# Pig Ball Soup



## Davarm (Oct 22, 2011)

Some of you may have read my post in the "Joke Of The Day" about my grandson renaming our Italian Sausage Soup so here is the recipe we use to make it.


Pig Ball Soup

About 1 Pound Italian Pork Sausage
2-3 Quarts Chicken or Beef Stock
1/2 Cup Diced Onions
1 Cup Cooked Beans-rinsed(we use Pinto)
1/2 Cup Diced Carrots
1 Cup Instant Pasta (dehydrated cooked)
1 Cup Chopped Kale or Collard Greens
1 Can Chopped Or Sliced Black Olives(to taste) 
Sprig Fresh Rosemary and Fresh Sage(to taste)
Fennel Seeds(to taste, whole or crushed)
Garlic To Taste
1/4 Stick Butter
Salt To Taste
Olive Oil To Taste


Bring the stock to a boil, roll sausage into balls and drop them in.

When the sausage is cooked through add the remaining ingredients except
the Olive Oil(it can loose its flavor when heated) - add water to the 
pot if needed and bring back to a boil. 

Immediately remove from heat and let sit(covered) for about 15 minutes. 

Just before serving, add olive oil to taste.

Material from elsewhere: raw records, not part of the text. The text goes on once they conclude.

import { describe, expect, it } from 'vitest';
import { choleskyPsd } from '../../src/linalg/dense.js';
import type { DenseRiskModel } from '../../src/linalg/risk-model.js';
import { toDenseCovariance } from '../../src/linalg/risk-ops.js';
import {
  createParametricScratch,
  createResampledRiskModel,
  drawParametricMean,
  drawParametricRiskModel,
  prepareParametricBase,
} from '../../src/resample/parametric.js';
import { createDrawStream } from '../../src/resample/streams.js';
import { drawScaledChiSquare, drawWishart } from '../../src/resample/wishart.js';
import { ex3Covariance, ex3Means, ex4fMeans, ex4fModel } from '../helpers/reference-data.js';

// Wishart moments (REFERENCES.md, "Sampling"; Anderson 2003, An Introduction to Multivariate
// Statistical Analysis, ch. 7, from memory): for W ~ Wishart(n, V), E[W] = nV,
// Var(W_ij) = n(V_ij² + V_ii V_jj), E[det W] = det V · n(n−1)…(n−p+1).
// Monte Carlo tolerance: 5 standard errors of the Monte Carlo estimate, the standard error being
// exact where the variance is known in closed form (means) and the delta-method estimate
// √((m̂4 − ŝ⁴)/B) for sample variances. With fixed seeds the outcome is reproducible; the 5-SE
// bound keeps the chance that a correct sampler fails at about 6e-7 per check.

const Z = 5;

// EX3 (REFERENCES.md): σ = (0.15, 0.20, 0.25), correlation [[1,.3,.2],[.3,1,.4],[.2,.4,1]].
const P = 3;
const V = ex3Covariance();

function det3(m: Float64Array): number {
  return (
    m[0] * (m[4] * m[8] - m[5] * m[7]) - m[1] * (m[3] * m[8] - m[5] * m[6]) + m[2] * (m[3] * m[7] - m[4] * m[6])
  );
}

/** Running first, second and fourth central moments of several series at once. */
class Moments {
  private readonly values: Float64Array[];
  constructor(
    private readonly width: number,
    private readonly count: number,
  ) {
    this.values = Array.from({ length: width }, () => new Float64Array(count));
  }
  record(row: number, sample: ArrayLike<number>): void {
    for (let j = 0; j < this.width; j++) this.values[j][row] = sample[j];
  }
  mean(j: number): number {
    let s = 0;
    for (const v of this.values[j]) s += v;
    return s / this.count;
  }
  /** Unbiased sample variance and its delta-method standard error. */
  variance(j: number): { value: number; standardError: number } {
    const m = this.mean(j);
    let m2 = 0;
    let m4 = 0;
    for (const v of this.values[j]) {
      const d = (v - m) ** 2;
      m2 += d;
      m4 += d * d;
    }
    m2 /= this.count;
    m4 /= this.count;
    return { value: (m2 * this.count) / (this.count - 1), standardError: Math.sqrt((m4 - m2 * m2) / this.count) };
  }
  /** Covariance of series a and b, and its standard error √(Var((a−ā)(b−b̄))/B). */
  covariance(a: number, b: number): { value: number; standardError: number } {
    const ma = this.mean(a);
    const mb = this.mean(b);
    let c = 0;
    let c2 = 0;
    for (let r = 0; r < this.count; r++) {
      const prod = (this.values[a][r] - ma) * (this.values[b][r] - mb);
      c += prod;
      c2 += prod * prod;
    }
    c /= this.count;
    c2 /= this.count;
    return { value: (c * this.count) / (this.count - 1), standardError: Math.sqrt((c2 - c * c) / this.count) };
  }
}

function checkWishartMoments(df: number, draws: number, seed: string): void {
  const lower = choleskyPsd(V, P);
  const w = new Float64Array(P * P);
  const scratch = new Float64Array(P * P);
  const moments = new Moments(P * P + 1, draws);
  const row = new Float64Array(P * P + 1);
  for (let b = 0; b < draws; b++) {
    drawWishart(createDrawStream(seed, b, 'cov'), lower, P, df, 1, w, scratch);
    row.set(w);
    row[P * P] = det3(w);
    moments.record(b, row);
  }
  for (let i = 0; i < P; i++) {
    for (let j = 0; j < P; j++) {
      const k = i * P + j;
      const exactVariance = df * (V[k] ** 2 + V[i * P + i] * V[j * P + j]);
      // E[W] = nV, standard error exact: √(Var(W_ij)/B).
      expect(Math.abs(moments.mean(k) - df * V[k])).toBeLessThan(Z * Math.sqrt(exactVariance / draws));
      // Var(W_ij) = n(V_ij² + V_ii V_jj).
      const v = moments.variance(k);
      expect(Math.abs(v.value - exactVariance)).toBeLessThan(Z * v.standardError);
    }
  }
  let expectedDet = det3(V);
  for (let k = 0; k < P; k++) expectedDet *= df - k;
  const detVariance = moments.variance(P * P);
  expect(Math.abs(moments.mean(P * P) - expectedDet)).toBeLessThan(Z * Math.sqrt(detVariance.value / draws) + 1e-18);
}

describe('Wishart draws (Bartlett decomposition) match the published moments', () => {
  it('n = 7, p = 3 (EX3 covariance): E[W], Var(W_ij), E[det W] within 5 SE, 20 000 draws', () => {
    checkWishartMoments(7, 20_000, 'wishart-7');
  });

  it('non-integer n = 4.5 (Bartlett with χ² of non-integer df)', () => {
    checkWishartMoments(4.5, 20_000, 'wishart-4.5');
  });

  it('singular n = 2 < p = 3 (sum of outer products): moments hold and det W = 0', () => {
    checkWishartMoments(2, 20_000, 'wishart-2');
    const w = new Float64Array(P * P);
    drawWishart(createDrawStream('rank', 0), choleskyPsd(V, P), P, 2, 1, w, new Float64Array(P * P));
    expect(Math.abs(det3(w))).toBeLessThan(1e-15); // rank 2: determinant zero up to round-off
  });

  it('symmetric output, and n ≤ p − 1 must be an integer', () => {
    const w = new Float64Array(P * P);
    drawWishart(createDrawStream('sym', 0), choleskyPsd(V, P), P, 5, 1, w, new Float64Array(P * P));
    for (let i = 0; i < P; i++) for (let j = 0; j < P; j++) expect(w[i * P + j]).toBe(w[j * P + i]);
    expect(() => drawWishart(createDrawStream('x', 0), choleskyPsd(V, P), P, 1.5, 1, w, new Float64Array(P * P))).toThrow(RangeError);
  });
});

describe('parametric scheme: Σ_b ~ Wishart(T−1, Σ/(T−1)) and μ_b ~ N(μ, Σ/T)', () => {
  const T = 24;
  const mu = ex3Means(); // EX3 μ (REFERENCES.md)
  const dense: DenseRiskModel = { kind: 'dense', n: P, cov: V };

  it('E[Σ_b] = Σ and Var(Σ_b,ij) = (Σ_ij² + Σ_ii Σ_jj)/(T−1), within 5 SE', () => {
    const base = prepareParametricBase({ mean: mu, risk: dense, observations: T });
    const scratch = createParametricScratch(base);
    const target = createResampledRiskModel(base);
    const draws = 20_000;
    const moments = new Moments(P * P, draws);
    for (let b = 0; b < draws; b++) {
      const model = drawParametricRiskModel(createDrawStream('sigma', b, 'cov'), base, target, scratch);
      if (model.kind !== 'dense') throw new Error('expected dense');
      moments.record(b, model.cov);
    }
    for (let i = 0; i < P; i++) {
      for (let j = 0; j < P; j++) {
        const k = i * P + j;
        const exactVariance = (V[k] ** 2 + V[i * P + i] * V[j * P + j]) / (T - 1);
        expect(Math.abs(moments.mean(k) - V[k])).toBeLessThan(Z * Math.sqrt(exactVariance / draws));
        const v = moments.variance(k);
        expect(Math.abs(v.value - exactVariance)).toBeLessThan(Z * v.standardError);
      }
    }
  });

  it('μ_b has mean μ and covariance Σ/T (Isserlis: Var((X_i−μ_i)(X_j−μ_j)) = (Σ_ij² + Σ_iiΣ_jj)/T²)', () => {
    const base = prepareParametricBase({ mean: mu, risk: dense, observations: T });
    checkNormalDraws(base, mu, V, T, 'mu-dense');
  });

  it('factor model (EX4F): μ_b ~ N(μ, (BFBᵀ + D)/T) without forming N×N', () => {
    // EX4F (REFERENCES.md): B = [[1,.2],[.9,−.3],[1.1,.5],[.8,0]], F = [[.04,.002],[.002,.01]], D = diag(.01,.02,.015,.03).
    const factor = ex4fModel();
    const mean4 = ex4fMeans(); // EX4F μ (REFERENCES.md)
    const base = prepareParametricBase({ mean: mean4, risk: factor, observations: T });
    checkNormalDraws(base, mean4, toDenseCovariance(factor), T, 'mu-factor');
  });

  it('factor model: E[F_b] = F, Var(F_b,ij) = (F_ij² + F_iiF_jj)/(T−1); E[D_b,i] = D_i, Var = 2D_i²/(T−1)', () => {
    const factor = ex4fModel();
    const base = prepareParametricBase({ mean: new Float64Array(4), risk: factor, observations: T });
    const scratch = createParametricScratch(base);
    const target = createResampledRiskModel(base);
    const draws = 20_000;
    const moments = new Moments(4 + 4, draws);
    const row = new Float64Array(8);
    for (let b = 0; b < draws; b++) {
      const model = drawParametricRiskModel(createDrawStream('factor', b, 'cov'), base, target, scratch);
      if (model.kind !== 'factor') throw new Error('expected factor');
      expect(model.loadings).toBe(factor.loadings); // B is not resampled
      row.set(model.factorCov, 0);
      row.set(model.specificVar, 4);
      moments.record(b, row);
    }
    const F = factor.factorCov;
    for (let i = 0; i < 2; i++) {
      for (let j = 0; j < 2; j++) {
        const k = i * 2 + j;
        const exactVariance = (F[k] ** 2 + F[i * 2 + i] * F[j * 2 + j]) / (T - 1);
        expect(Math.abs(moments.mean(k) - F[k])).toBeLessThan(Z * Math.sqrt(exactVariance / draws));
        const v = moments.variance(k);
        expect(Math.abs(v.value - exactVariance)).toBeLessThan(Z * v.standardError);
      }
    }
    for (let i = 0; i < 4; i++) {
      const d = factor.specificVar[i];
      const exactVariance = (2 * d * d) / (T - 1); // Var(χ²_ν/ν) = 2/ν
      expect(Math.abs(moments.mean(4 + i) - d)).toBeLessThan(Z * Math.sqrt(exactVariance / draws));
      const v = moments.variance(4 + i);
      expect(Math.abs(v.value - exactVariance)).toBeLessThan(Z * v.standardError);
    }
  });

  it('views: μ_b ~ N(μ_view, diag(stdErr²))', () => {
    const stdErr = Float64Array.from([0.01, 0.02, 0.005]);
    const base = prepareParametricBase({ mean: mu, risk: dense, observations: T, meanStdErr: stdErr });
    const diagonal = new Float64Array(P * P);
    for (let i = 0; i < P; i++) diagonal[i * P + i] = stdErr[i] ** 2;
    checkNormalDraws(base, mu, diagonal, 1, 'views');
  });

  it('scaled chi-square D·χ²_ν/ν at ν = 1 (heavy skew): mean D, variance 2D²', () => {
    const d = Float64Array.from([0.3]);
    const out = new Float64Array(1);
    const draws = 100_000;
    const moments = new Moments(1, draws);
    const stream = createDrawStream('chi1', 0);
    for (let b = 0; b < draws; b++) moments.record(b, drawScaledChiSquare(stream, d, 1, out));
    expect(Math.abs(moments.mean(0) - 0.3)).toBeLessThan(Z * Math.sqrt((2 * 0.09) / draws));
    const v = moments.variance(0);
    expect(Math.abs(v.value - 2 * 0.09)).toBeLessThan(Z * v.standardError);
  });
});

/** μ_b's mean within 5 exact SE of μ; its covariance within 5 SE of cov/T. */
function checkNormalDraws(
  base: ReturnType<typeof prepareParametricBase>,
  mu: Float64Array,
  cov: Float64Array,
  T: number,
  seed: string,
): void {
  const n = mu.length;
  const scratch = createParametricScratch(base);
  const out = new Float64Array(n);
  const draws = 40_000;
  const moments = new Moments(n, draws);
  for (let b = 0; b < draws; b++) moments.record(b, drawParametricMean(createDrawStream(seed, b, 'mean'), base, out, scratch));
  for (let i = 0; i < n; i++) {
    expect(Math.abs(moments.mean(i) - mu[i])).toBeLessThan(Z * Math.sqrt(cov[i * n + i] / T / draws));
    for (let j = 0; j <= i; j++) {
      const c = moments.covariance(i, j);
      const exactSe = Math.sqrt((cov[i * n + j] ** 2 + cov[i * n + i] * cov[j * n + j]) / (T * T) / draws);
      expect(Math.abs(c.value - cov[i * n + j] / T)).toBeLessThan(Z * exactSe);
    }
  }
}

We like Sweet Italian Pork Sausage and use home made. The spices in my home
made sausage adds a lot of flavor so you may have to do some
adjusting on the spices.


----------



## Jason (Jul 25, 2009)

*whew* I clicked on this one somewhat cautiously, Dave. Glad to see it's a lot more mundane than I was expecting. It sounds really good.


----------



## Davarm (Oct 22, 2011)

It all kind reminded me of the old "Art Linkletter" show "Kids Say The Darndest Things", I was hoping someone else would think it was as funny as I did. lol

I just wish I had a picture of my youngest daughter when he said it!


----------



## *Andi (Nov 8, 2009)

Thanks for the smile!


----------



## cowboyhermit (Nov 10, 2012)

I was actually hoping for a prairie oyster recipe:dunno: 
They make good stew but not sure about soup


----------